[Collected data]
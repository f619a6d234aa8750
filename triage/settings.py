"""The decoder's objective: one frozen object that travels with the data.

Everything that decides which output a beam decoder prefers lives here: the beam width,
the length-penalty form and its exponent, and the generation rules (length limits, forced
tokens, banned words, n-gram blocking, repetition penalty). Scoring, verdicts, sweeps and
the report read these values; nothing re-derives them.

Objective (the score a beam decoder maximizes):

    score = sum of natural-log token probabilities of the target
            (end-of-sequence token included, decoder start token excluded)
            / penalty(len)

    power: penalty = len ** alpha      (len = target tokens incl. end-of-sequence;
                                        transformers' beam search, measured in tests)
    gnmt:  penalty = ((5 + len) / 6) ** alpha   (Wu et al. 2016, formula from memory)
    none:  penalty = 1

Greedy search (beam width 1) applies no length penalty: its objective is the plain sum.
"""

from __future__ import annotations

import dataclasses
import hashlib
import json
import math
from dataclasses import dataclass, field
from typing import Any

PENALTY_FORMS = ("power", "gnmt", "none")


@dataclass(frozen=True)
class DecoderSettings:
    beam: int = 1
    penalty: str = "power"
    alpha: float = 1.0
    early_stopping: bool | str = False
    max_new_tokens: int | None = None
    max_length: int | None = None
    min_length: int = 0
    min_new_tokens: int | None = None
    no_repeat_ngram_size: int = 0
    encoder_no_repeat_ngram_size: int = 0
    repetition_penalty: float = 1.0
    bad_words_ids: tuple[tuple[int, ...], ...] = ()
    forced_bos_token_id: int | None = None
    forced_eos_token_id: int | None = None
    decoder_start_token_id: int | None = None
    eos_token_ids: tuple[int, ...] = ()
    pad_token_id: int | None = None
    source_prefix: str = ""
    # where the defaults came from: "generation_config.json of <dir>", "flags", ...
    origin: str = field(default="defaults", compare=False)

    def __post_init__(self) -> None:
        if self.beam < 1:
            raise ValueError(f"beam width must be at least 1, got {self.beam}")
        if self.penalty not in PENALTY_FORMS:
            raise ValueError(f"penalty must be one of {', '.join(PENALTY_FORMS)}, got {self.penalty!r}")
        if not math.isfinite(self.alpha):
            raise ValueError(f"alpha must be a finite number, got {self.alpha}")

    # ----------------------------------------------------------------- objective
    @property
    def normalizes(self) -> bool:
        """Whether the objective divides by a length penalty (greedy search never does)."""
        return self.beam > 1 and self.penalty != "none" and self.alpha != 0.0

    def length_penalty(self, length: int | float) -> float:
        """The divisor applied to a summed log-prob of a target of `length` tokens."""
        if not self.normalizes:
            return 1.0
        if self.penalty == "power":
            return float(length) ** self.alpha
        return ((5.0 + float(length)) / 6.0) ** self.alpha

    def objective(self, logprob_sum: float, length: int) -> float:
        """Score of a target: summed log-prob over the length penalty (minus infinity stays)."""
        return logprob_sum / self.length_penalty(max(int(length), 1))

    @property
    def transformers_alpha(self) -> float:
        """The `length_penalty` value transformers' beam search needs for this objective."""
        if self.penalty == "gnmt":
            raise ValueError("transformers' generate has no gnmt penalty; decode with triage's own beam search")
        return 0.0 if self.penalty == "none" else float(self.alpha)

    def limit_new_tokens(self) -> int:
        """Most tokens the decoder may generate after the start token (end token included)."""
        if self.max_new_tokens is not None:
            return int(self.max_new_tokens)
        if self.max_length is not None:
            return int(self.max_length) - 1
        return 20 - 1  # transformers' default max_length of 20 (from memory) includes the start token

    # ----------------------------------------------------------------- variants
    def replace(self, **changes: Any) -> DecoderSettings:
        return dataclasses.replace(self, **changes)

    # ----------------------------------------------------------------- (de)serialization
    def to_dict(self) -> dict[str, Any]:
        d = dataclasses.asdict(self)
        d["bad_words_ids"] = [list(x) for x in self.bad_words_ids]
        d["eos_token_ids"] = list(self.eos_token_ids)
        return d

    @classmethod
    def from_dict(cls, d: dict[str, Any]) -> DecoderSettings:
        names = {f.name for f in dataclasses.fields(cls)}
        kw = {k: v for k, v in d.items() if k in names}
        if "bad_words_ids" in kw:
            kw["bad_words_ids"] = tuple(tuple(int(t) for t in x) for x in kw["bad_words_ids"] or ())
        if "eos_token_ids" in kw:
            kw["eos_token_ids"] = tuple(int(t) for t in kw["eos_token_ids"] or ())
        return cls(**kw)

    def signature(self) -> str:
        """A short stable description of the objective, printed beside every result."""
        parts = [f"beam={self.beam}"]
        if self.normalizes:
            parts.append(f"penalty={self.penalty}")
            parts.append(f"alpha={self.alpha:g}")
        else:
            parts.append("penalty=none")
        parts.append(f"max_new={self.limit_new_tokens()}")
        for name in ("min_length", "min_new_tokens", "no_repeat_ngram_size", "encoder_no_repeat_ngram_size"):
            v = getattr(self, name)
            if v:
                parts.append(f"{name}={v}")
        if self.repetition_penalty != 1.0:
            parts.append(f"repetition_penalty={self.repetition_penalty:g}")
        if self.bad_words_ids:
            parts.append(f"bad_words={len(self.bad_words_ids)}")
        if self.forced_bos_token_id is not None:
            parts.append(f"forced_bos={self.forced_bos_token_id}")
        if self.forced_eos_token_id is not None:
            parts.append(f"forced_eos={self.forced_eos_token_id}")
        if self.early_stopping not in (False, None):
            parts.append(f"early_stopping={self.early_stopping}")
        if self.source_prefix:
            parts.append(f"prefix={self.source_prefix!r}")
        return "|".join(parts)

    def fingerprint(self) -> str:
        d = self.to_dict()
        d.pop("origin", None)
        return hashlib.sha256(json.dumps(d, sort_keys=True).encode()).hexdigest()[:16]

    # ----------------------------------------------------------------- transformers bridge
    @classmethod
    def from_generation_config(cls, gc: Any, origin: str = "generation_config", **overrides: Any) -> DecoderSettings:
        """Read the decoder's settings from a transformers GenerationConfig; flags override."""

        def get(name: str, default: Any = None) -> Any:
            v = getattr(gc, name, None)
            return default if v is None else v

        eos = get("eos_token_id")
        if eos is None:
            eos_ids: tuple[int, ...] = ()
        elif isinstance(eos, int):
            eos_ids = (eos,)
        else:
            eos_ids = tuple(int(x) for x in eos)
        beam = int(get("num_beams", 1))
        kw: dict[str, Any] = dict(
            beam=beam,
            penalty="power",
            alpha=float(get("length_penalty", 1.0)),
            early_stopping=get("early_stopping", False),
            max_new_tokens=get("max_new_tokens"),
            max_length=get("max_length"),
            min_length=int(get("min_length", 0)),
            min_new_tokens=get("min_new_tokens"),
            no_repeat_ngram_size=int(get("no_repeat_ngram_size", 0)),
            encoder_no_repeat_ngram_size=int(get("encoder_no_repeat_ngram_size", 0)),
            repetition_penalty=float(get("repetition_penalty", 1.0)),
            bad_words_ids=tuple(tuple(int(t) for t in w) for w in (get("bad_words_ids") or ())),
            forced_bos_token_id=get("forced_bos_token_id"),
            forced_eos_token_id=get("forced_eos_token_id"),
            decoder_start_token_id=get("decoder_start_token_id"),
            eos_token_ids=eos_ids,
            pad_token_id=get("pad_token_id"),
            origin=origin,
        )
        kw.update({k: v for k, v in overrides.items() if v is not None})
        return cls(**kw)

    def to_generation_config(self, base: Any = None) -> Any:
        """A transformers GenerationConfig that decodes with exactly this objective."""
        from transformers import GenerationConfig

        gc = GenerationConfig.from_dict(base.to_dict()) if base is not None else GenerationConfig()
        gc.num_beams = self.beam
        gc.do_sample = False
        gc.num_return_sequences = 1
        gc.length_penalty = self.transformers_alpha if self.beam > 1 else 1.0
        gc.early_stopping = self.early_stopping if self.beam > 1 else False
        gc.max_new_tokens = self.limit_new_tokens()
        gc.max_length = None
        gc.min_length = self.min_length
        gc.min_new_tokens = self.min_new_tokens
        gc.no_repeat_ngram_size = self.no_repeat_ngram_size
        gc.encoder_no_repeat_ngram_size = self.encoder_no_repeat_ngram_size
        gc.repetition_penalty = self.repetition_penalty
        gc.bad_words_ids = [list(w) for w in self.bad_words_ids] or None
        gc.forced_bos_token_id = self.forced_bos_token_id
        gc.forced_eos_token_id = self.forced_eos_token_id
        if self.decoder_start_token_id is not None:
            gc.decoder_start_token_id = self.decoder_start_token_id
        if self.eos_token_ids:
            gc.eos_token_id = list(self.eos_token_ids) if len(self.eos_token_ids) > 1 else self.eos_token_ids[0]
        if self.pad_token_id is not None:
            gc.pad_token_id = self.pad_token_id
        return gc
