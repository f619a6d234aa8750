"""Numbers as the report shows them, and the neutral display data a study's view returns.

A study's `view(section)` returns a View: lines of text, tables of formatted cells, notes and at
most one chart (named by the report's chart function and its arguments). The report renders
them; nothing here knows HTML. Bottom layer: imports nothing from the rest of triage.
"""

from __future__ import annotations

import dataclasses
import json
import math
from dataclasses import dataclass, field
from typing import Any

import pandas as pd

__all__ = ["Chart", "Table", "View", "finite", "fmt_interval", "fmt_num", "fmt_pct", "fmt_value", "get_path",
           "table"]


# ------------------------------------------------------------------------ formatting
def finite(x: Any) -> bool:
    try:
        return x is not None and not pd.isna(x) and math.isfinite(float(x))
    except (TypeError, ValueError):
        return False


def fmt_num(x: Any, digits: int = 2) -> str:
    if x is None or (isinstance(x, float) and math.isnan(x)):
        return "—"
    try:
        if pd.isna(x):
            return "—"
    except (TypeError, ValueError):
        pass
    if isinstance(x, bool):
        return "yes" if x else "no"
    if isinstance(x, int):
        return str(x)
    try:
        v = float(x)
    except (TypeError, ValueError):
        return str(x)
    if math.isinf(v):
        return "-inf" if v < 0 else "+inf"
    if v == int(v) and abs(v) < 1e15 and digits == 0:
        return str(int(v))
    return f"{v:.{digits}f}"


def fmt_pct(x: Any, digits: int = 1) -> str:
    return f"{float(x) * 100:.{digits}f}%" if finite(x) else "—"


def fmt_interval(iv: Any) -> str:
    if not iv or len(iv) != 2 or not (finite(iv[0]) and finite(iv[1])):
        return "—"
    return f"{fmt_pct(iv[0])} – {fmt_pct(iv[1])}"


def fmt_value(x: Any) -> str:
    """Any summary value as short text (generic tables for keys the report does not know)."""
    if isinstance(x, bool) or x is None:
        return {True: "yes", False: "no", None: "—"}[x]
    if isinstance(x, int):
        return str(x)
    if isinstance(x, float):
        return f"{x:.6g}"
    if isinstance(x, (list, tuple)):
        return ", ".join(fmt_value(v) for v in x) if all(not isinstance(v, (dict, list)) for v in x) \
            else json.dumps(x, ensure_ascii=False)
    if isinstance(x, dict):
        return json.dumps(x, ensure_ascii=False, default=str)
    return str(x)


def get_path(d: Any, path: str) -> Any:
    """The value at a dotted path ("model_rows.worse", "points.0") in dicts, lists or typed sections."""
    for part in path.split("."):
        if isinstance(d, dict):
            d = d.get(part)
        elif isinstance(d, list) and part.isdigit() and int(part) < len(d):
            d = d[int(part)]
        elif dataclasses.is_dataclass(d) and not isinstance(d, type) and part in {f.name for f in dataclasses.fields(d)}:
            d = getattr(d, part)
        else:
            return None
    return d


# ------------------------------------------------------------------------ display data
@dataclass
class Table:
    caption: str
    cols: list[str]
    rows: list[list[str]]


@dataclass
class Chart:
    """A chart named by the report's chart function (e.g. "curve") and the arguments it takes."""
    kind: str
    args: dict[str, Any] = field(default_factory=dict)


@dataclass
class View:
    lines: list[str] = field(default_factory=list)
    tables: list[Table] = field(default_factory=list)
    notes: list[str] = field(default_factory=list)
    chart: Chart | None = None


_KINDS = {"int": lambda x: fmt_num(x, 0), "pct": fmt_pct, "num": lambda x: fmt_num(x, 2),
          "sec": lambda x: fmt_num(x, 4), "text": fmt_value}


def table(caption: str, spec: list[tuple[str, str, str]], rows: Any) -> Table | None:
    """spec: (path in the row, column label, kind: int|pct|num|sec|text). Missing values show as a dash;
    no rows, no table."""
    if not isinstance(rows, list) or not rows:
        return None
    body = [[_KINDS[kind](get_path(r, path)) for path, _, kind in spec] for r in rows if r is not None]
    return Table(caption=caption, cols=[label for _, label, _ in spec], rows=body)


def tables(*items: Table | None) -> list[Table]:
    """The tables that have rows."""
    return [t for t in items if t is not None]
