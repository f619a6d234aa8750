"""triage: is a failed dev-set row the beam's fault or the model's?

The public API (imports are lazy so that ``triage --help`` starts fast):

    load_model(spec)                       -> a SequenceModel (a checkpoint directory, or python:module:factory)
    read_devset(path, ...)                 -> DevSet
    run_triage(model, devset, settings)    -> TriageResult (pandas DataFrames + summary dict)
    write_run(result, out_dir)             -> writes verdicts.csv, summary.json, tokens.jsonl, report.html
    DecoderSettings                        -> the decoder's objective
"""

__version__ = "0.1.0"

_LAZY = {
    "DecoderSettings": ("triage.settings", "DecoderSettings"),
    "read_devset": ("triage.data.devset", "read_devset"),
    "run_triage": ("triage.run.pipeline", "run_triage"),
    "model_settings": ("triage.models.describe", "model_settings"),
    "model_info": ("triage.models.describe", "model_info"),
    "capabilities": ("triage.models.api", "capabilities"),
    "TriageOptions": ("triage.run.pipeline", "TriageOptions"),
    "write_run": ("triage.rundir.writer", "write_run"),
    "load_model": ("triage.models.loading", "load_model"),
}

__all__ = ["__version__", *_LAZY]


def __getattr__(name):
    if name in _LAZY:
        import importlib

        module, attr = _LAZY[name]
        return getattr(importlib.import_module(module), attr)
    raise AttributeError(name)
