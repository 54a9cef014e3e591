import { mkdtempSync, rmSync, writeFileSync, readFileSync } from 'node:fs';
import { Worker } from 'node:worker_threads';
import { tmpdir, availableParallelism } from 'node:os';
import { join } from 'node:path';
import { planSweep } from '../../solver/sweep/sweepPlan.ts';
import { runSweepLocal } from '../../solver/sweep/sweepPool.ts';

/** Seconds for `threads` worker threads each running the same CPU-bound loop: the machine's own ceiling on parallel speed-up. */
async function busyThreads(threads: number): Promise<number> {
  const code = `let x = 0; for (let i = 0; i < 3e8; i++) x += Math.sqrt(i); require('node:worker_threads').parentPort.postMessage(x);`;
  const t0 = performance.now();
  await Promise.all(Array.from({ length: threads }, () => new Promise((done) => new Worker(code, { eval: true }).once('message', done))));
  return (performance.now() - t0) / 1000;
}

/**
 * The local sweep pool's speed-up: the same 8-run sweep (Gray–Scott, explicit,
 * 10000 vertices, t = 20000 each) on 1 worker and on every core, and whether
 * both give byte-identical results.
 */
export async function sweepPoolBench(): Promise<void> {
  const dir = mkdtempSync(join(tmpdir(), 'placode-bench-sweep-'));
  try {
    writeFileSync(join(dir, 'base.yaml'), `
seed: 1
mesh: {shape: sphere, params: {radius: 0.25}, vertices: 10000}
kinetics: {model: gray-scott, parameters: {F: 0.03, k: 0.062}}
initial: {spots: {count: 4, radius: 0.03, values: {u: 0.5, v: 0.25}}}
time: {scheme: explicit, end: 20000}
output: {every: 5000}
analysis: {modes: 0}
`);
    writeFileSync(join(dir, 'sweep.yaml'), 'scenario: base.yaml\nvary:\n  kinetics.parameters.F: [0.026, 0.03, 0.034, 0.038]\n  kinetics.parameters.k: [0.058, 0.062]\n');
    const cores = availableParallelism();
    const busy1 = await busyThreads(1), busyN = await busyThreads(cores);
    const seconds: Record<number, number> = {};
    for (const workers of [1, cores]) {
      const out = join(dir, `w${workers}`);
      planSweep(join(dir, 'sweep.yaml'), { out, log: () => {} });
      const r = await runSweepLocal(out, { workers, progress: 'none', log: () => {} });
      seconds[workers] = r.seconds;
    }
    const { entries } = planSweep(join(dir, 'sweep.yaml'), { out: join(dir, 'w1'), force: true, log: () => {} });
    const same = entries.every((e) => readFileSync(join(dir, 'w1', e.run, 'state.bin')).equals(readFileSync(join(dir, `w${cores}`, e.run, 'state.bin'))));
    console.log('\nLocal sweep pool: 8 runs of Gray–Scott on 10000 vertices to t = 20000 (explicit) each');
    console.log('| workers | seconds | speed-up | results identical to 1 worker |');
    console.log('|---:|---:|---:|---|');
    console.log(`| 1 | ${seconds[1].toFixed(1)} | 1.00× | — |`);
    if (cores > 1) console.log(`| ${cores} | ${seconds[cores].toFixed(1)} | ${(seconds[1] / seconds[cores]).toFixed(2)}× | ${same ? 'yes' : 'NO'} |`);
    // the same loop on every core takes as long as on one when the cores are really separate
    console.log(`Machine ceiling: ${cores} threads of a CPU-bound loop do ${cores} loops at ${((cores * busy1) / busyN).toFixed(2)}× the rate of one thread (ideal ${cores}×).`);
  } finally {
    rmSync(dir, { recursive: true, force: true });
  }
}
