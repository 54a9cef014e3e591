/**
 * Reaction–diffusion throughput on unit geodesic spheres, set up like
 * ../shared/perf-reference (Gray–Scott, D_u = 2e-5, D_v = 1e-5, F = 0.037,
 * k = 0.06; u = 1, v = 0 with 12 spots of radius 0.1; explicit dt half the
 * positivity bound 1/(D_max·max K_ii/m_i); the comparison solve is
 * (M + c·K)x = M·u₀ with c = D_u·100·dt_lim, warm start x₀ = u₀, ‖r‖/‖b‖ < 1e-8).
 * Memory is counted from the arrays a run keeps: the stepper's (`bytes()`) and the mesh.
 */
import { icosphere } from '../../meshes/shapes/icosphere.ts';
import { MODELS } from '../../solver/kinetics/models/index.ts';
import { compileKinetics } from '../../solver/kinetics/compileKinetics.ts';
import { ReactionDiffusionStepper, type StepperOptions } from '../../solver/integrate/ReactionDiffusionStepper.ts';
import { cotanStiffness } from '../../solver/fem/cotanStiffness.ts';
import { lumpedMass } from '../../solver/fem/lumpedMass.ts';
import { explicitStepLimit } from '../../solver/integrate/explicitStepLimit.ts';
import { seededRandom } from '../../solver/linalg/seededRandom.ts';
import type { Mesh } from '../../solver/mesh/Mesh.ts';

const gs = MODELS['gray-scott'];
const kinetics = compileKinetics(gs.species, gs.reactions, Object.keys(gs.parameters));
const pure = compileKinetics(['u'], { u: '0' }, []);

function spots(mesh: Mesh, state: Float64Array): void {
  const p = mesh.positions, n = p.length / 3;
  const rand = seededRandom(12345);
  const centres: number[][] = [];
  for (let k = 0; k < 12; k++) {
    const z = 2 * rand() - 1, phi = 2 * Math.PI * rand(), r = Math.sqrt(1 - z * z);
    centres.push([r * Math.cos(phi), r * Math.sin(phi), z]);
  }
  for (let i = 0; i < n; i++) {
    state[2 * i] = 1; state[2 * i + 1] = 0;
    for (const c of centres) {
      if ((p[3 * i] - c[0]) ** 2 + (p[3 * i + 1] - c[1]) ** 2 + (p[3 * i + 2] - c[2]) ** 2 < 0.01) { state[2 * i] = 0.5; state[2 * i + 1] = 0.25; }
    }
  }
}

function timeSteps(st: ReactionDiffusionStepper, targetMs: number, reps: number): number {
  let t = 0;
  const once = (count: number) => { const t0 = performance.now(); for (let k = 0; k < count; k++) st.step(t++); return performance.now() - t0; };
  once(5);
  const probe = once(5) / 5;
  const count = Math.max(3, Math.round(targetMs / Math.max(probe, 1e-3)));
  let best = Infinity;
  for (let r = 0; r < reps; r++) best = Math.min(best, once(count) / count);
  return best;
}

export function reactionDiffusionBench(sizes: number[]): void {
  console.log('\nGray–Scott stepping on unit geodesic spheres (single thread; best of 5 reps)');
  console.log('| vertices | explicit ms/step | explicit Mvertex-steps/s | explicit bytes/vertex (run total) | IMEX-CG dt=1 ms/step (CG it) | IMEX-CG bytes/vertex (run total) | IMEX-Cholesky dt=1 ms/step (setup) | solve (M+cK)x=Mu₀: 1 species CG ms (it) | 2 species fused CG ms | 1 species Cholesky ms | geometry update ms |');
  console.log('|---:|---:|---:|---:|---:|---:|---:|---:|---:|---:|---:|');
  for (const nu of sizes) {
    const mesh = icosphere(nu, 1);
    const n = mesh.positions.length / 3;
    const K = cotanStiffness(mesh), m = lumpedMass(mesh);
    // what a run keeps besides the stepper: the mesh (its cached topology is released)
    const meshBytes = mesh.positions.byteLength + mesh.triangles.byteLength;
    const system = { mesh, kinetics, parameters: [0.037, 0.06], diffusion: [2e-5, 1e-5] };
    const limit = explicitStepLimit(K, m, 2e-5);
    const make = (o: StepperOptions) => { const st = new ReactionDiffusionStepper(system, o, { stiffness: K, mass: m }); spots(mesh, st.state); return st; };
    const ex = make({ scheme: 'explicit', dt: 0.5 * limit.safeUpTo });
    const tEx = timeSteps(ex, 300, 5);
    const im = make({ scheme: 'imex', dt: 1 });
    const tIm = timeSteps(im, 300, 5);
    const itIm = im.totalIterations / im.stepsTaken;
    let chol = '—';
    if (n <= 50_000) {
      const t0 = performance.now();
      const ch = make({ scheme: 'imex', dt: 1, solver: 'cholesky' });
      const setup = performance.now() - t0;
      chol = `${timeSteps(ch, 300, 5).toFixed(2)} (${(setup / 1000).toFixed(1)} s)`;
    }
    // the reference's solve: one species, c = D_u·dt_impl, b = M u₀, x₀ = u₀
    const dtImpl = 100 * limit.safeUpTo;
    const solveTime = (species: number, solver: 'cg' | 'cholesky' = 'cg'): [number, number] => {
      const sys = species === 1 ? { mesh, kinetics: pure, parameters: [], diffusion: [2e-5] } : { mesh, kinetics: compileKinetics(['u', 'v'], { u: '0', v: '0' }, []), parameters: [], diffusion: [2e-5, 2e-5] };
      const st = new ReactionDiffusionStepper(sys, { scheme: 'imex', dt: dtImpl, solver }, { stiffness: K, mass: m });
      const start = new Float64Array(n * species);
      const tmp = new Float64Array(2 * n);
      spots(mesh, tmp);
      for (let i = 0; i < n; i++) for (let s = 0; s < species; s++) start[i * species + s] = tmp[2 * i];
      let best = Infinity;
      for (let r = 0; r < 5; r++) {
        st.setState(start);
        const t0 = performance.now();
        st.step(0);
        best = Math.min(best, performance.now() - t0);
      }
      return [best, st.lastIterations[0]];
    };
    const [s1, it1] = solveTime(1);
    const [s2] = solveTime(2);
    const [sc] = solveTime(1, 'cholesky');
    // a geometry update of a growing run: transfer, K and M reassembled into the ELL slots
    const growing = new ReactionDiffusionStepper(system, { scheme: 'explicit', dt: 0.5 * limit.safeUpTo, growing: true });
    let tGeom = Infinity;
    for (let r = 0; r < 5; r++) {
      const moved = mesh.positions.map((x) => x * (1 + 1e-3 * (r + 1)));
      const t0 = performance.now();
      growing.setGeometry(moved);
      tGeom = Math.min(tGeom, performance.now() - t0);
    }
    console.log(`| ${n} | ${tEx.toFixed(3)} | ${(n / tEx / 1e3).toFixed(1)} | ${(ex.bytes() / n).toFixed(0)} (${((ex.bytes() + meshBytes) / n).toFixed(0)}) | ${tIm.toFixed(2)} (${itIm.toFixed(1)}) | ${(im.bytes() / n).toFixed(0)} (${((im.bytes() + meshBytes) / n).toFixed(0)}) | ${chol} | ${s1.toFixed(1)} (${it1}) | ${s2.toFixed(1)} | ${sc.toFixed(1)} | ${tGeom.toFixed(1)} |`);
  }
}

• [WHAT TO DO]: Among the lines above, return those that hold the word "safeUpTo".

• [RESULT FOR THIS EXERCISE]:
    const ex = make({ scheme: 'explicit', dt: 0.5 * limit.safeUpTo });
    const dtImpl = 100 * limit.safeUpTo;
    const growing = new ReactionDiffusionStepper(system, { scheme: 'explicit', dt: 0.5 * limit.safeUpTo, growing: true });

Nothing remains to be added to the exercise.